Prasat (ปราสาท, /th/) is a district (amphoe) in the southern part of Surin province, northeastern Thailand.

==Geography==
Neighboring districts are (from the north clockwise): Mueang Surin, Lamduan, Sangkha, Kap Choeng, and Phanom Dong Rak of Surin Province; Ban Kruat, Prakhon Chai, Phlapphla Chai, and Krasang of Buriram province.

==History==
The area of the district was originally part of Mueang Surin district. It was split off as a separate district on 4 March 1938, consisting of the seven tambons: Kang Aen, Bakdai, Ta Bao, Prue, Thung Mon, Phlai, and Thamo.

== Administration ==

=== Central administration ===
Prasat district is divided into 18 sub-districts (tambons), which are further subdivided into 241 administrative villages (mubans).

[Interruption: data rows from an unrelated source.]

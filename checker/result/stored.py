"""Make a side of a comparison from a JSON result that `fairloom check --reports` wrote.

The file may come from anywhere: what is not as it should be ends the comparison, with what is wrong.
"""

from __future__ import annotations

import json
from collections.abc import Mapping
from typing import Any, NoReturn

from checker.boat.aboard import Aboard, line_of
from checker.errors import CheckerError
from checker.reading.words import shown
from checker.result.aboard import Packed, unpacked
from checker.result.side import Figures, Found, Marks, Place, PlaceKey, Rule, Side, SideStudy, SideSubject, Waived

SCHEMA_VERSION = "1"
DAMAGED = (AttributeError, IndexError, KeyError, OverflowError, RecursionError, TypeError, ValueError)
"""What Python raises where a value is missing, or is something else than it should be."""


class StoredResultError(CheckerError):
    """A JSON result cannot be used."""


def side_of_text(text: str, name: str) -> Side:
    """Return a JSON result as a side; `name` is what the reader called it.

    Raises:
        StoredResultError: If the text is no JSON result, is of another schema version, or is damaged.
    """
    try:
        document = json.loads(text, parse_constant=_no_such_number)
    except (ValueError, RecursionError) as error:
        raise StoredResultError(f"{shown(name)} is no JSON result: it cannot be read as JSON") from error
    if not isinstance(document, dict) or "schema_version" not in document:
        raise StoredResultError(f"{shown(name)} is no JSON result of fairloom: it names no schema version")
    if document["schema_version"] != SCHEMA_VERSION:
        raise StoredResultError(
            f"{shown(name)} is of schema version {shown(str(document['schema_version']))}, and this fairloom reads "
            f"{SCHEMA_VERSION}: make it anew with `fairloom check --reports`"
        )
    try:
        return _side(document, name)
    except DAMAGED as error:
        raise StoredResultError(
            f"{shown(name)} is damaged: make it anew with `fairloom check --reports`"
        ) from error  # fmt: skip


def _no_such_number(word: str) -> NoReturn:
    raise ValueError(f"{word} is no number of JSON")


def _side(document: Mapping[str, Any], name: str) -> Side:
    studies = _studies(_rows(document["studies"]))
    subjects = tuple(map(_subject, _rows(document["subjects"])))
    if missing := [subject.study for subject in subjects if subject.study not in studies]:
        raise ValueError(f"there is no study {missing[0]}")
    return Side(
        name=name,
        tool_version=_text(document["tool"]["version"]),
        subjects=subjects,
        studies=studies,
        file_found=tuple(map(_found, _rows(document["file_findings"]))),
        unstudied=tuple(map(_text, _rows(document["not_studied"]))),
        rules=tuple(map(_rule, _rows(document["house_rules"]))),
        sizes=tuple((_text(key), _text(value)) for key, value in document.get("sizes", {}).items()),
        marks=_marks(document.get("tables", {})),
    )


def _text(value: object) -> str:
    if not isinstance(value, str):
        raise TypeError("no text")
    return value


def _rows(value: object) -> list[Any]:
    if not isinstance(value, list):
        raise TypeError("no list")
    return value


def _whole(value: object) -> int:
    if not isinstance(value, int) or isinstance(value, bool):
        raise TypeError("no whole number")
    return value


def _number(value: object) -> float:
    if value == "unlimited":
        return float("inf")
    if not isinstance(value, int | float) or isinstance(value, bool):
        raise TypeError("no number")
    return float(value)


def _marks(tables: Mapping[str, Any]) -> Marks:
    return {_text(owner): {_text(k): _text(v) for k, v in marks.items()} for owner, marks in tables.items()}


def _rule(row: Mapping[str, Any]) -> Rule:
    kind, what, limit_set, old, new, reason = (
        _text(row[key]) for key in ("kind", "what", "limit_set", "old", "new", "reason")
    )
    return Rule(kind, what, limit_set, old, new, bool(row["loosened"]), reason, _at(row))


def _at(row: Mapping[str, Any]) -> str:
    return f"{_text(row['file'])}:{_whole(row['line'])}:{_whole(row['column'])}" if row.get("file") else ""


def _subject(row: Mapping[str, Any]) -> SideSubject:
    return SideSubject(
        id=_text(row["id"]),
        is_hull=row["kind"] == "hull",
        class_id=_text(row["class"]),
        study=_text(row["study"]),
        revision=_whole(row["revision"]),
        class_revision=_whole(row["class_revision"]),
        options=tuple(map(_text, row["options"])),
        status=_text(row["status"]),
        changes=tuple(map(_text, row["changes"])),
        accepted={
            _text(a["fingerprint"]): Waived(*(_text(a[key]) for key in ("waiver", "reason", "approved_by", "expires")))
            for a in _rows(row["accepted"])
        },
        own=tuple(map(_found, _rows(row["own_findings"]))),
    )


def _found(row: Mapping[str, Any]) -> Found:
    is_finding = row["verdict"] != "not assessed"
    texts = {
        key: _text(row.get(key, ""))
        for key in ("limit_set", "circuit", "state", "remedy", "missing", "file", "fingerprint")
    }
    return Found(
        is_finding=is_finding,
        check=_text(row["check"]),
        level=_text(row["level"]),
        part=_text(row["part"]),
        fault=_text(row["fault"]),
        path=tuple(map(_text, row.get("path", ()))),
        at=_at(row),
        figures=_figures(row, row["value"], row["limit"]) if "value" in row else None,
        **texts,
    )


def _figures(row: Mapping[str, Any], value: object, limit: object) -> Figures:
    unit = _text(row["unit"])
    return Figures(
        _text(row["quantity"]), _number(value), _number(limit), "" if unit == "fraction" else unit,
        row["sense"] == "at least", bool(row.get("stepped", False)),
    )  # fmt: skip


def _studies(rows: list[Mapping[str, Any]]) -> dict[str, SideStudy]:
    boxes = {_text(row["name"]): _packed(row["aboard"]) for row in rows if "aboard" in row}
    aboard: Mapping[str, Aboard] = unpacked(boxes)
    return {
        row["name"]: SideStudy(
            _text(row["name"]),
            tuple(map(_found, _rows(row["found"]))),
            _places(_rows(row["passed"])),
            tuple(_text(use["id"]) for use in row["limit_sets"]),
            aboard.get(row["name"]),
        )
        for row in rows
    }


def _packed(row: Mapping[str, Any]) -> Packed:
    return Packed(
        _text(row["like"]),
        tuple(map(_text, row["without"])),
        {_text(key): line_of({_text(k): _fact(v) for k, v in facts.items()}) for key, facts in row["things"].items()},
    )


def _fact(value: object) -> str | float | bool:
    if not isinstance(value, str | int | float):
        raise TypeError("no fact")
    return value


def _places(groups: list[Mapping[str, Any]]) -> dict[PlaceKey, Place]:
    places: dict[PlaceKey, Place] = {}
    for group in groups:
        check, limit_set = _text(group["check"]), _text(group["limit_set"])
        for part, told in group["places"].items():
            place = Place(None, told) if isinstance(told, str) else Place(_figures(group, told[0], told[1]))
            places[PlaceKey(check, limit_set, _text(part), place.looks_at)] = place
    return places
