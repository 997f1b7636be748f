"""Compare what boats are held against on two sides: tables, the tool, the yard's own rules."""

from __future__ import annotations

from collections.abc import Iterator

from checker.result.comparison import LimitMove
from checker.result.side import Rule, Side


def limit_moves(base: Side, head: Side) -> tuple[LimitMove, ...]:
    """Return what moved; what is loosened by the yard comes first."""
    moves = [*_rules(base, head), *_sizes(base, head), *_tool(base, head), *_tables(base, head)]
    return tuple(sorted(moves, key=lambda move: not move.is_loosened))


def _tool(base: Side, head: Side) -> Iterator[LimitMove]:
    if base.tool_version != head.tool_version:
        yield LimitMove("tool", "fairloom", base.tool_version, head.tool_version)


def _tables(base: Side, head: Side) -> Iterator[LimitMove]:
    if not base.marks or not head.marks:
        if bool(base.marks) != bool(head.marks):
            side = head if base.marks else base
            yield LimitMove("tables", f"{side.name} does not tell which limit tables it used", "", "")
        return
    for owner in sorted({*base.marks, *head.marks}):
        old, new = base.marks.get(owner, {}), head.marks.get(owner, {})
        for table in sorted({*old, *new}):
            if old.get(table) != new.get(table):
                whose = "tables of no set" if owner == "common" else owner
                yield LimitMove("table", f"{table} ({whose})", old.get(table, "none"), new.get(table, "none"))


def _sizes(base: Side, head: Side) -> Iterator[LimitMove]:
    old, new = dict(base.sizes), dict(head.sizes)
    for name in sorted({*old, *new}):
        if old.get(name) != new.get(name):
            now = new.get(name, "not assessed")
            yield LimitMove("rule", name, old.get(name, "not assessed"), now, is_loosened=name in new)


def _rules(base: Side, head: Side) -> Iterator[LimitMove]:
    old, new = ({(r.kind, r.what, r.limit_set): r for r in side.rules} for side in (base, head))
    for key in sorted({*old, *new}):
        before, after = old.get(key), new.get(key)
        if before is not None and after is not None and before.new == after.new:
            continue
        rule = after or before
        assert rule is not None
        what = f"{rule.what} of {rule.limit_set}" if rule.limit_set else rule.what
        was = before.new if before else rule.old
        now = after.new if after else rule.old
        yield LimitMove("rule", what, was, now, _is_looser(before, after), after.reason if after else "")


def _is_looser(before: Rule | None, after: Rule | None) -> bool:
    """Tell whether a rule of the yard lets pass more than it did."""
    if before is None:
        return after is not None and after.is_loosened
    if after is None:
        return not before.is_loosened
    if before.is_loosened is not after.is_loosened:
        return after.is_loosened
    if after.kind == "drop group":
        return bool(_services(before) - _services(after))
    gaps = [_gap(rule) for rule in (before, after)]
    if gaps[0] is None or gaps[1] is None:
        return after.is_loosened
    return gaps[1] > gaps[0] if after.is_loosened else gaps[1] < gaps[0]


def _services(rule: Rule) -> set[str]:
    return set(rule.new.removesuffix(" in the critical group").split(", "))


def _gap(rule: Rule) -> float | None:
    """Return how far a rule is from what the limit set says, or None where it is no figure."""
    try:
        return abs(float(rule.new) - float(rule.old))
    except ValueError:
        return None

| No. | Name | Thai | Villages | Pop. |
|---|---|---|---|---|
| 01. | Kang Aen | กังแอน | 18 | 18,837 |
| 02. | Thamo | ทมอ | 13 | 06,599 |
| 03. | Phlai | ไพล | 12 | 05,866 |
| 04. | Prue | ปรือ | 19 | 11,566 |
| 05. | Thung Mon | ทุ่งมน | 11 | 07,187 |
| 06. | Ta Bao | ตาเบา | 19 | 09,062 |
| 07. | Nong Yai | หนองใหญ่ | 17 | 11,828 |
| 08. | Khok Yang | โคกยาง | 18 | 14,112 |
| 09. | Khok Sa-at | โคกสะอาด | 20 | 11,354 |
| 10. | Ban Sai | บ้านไทร | 09 | 06,576 |
| 11. | Chok Na Sam | โชคนาสาม | 14 | 11,457 |
| 12. | Chuea Phloeng | เชื้อเพลิง | 12 | 07,756 |
| 13. | Prasat Thanong | ปราสาททนง | 11 | 05,218 |
| 14. | Tani | ตานี | 09 | 07,208 |
| 15. | Ban Phluang | บ้านพลวง | 14 | 07,874 |
| 16. | Kantuatramuan | กันตวจระมวล | 08 | 05,680 |
| 17. | Samut | สมุด | 08 | 04,119 |
| 18. | Prathat Bu | ประทัดบุ | 09 | 04,601 |

=== Local administration ===
There are three sub-district municipalities (thesaban tambons) in the district:
- Kang Aen (Thai: เทศบาลตำบลกังแอน) consisting of parts of sub-district Kang Aen.
- Nikhon Prasat (Thai: เทศบาลตำบลนิคมปราสาท) consisting of parts of sub-district Prue.
- Kantuatramuan (Thai: เทศบาลตำบลกันตวจระมวล) consisting of sub-district Kantuatramuan.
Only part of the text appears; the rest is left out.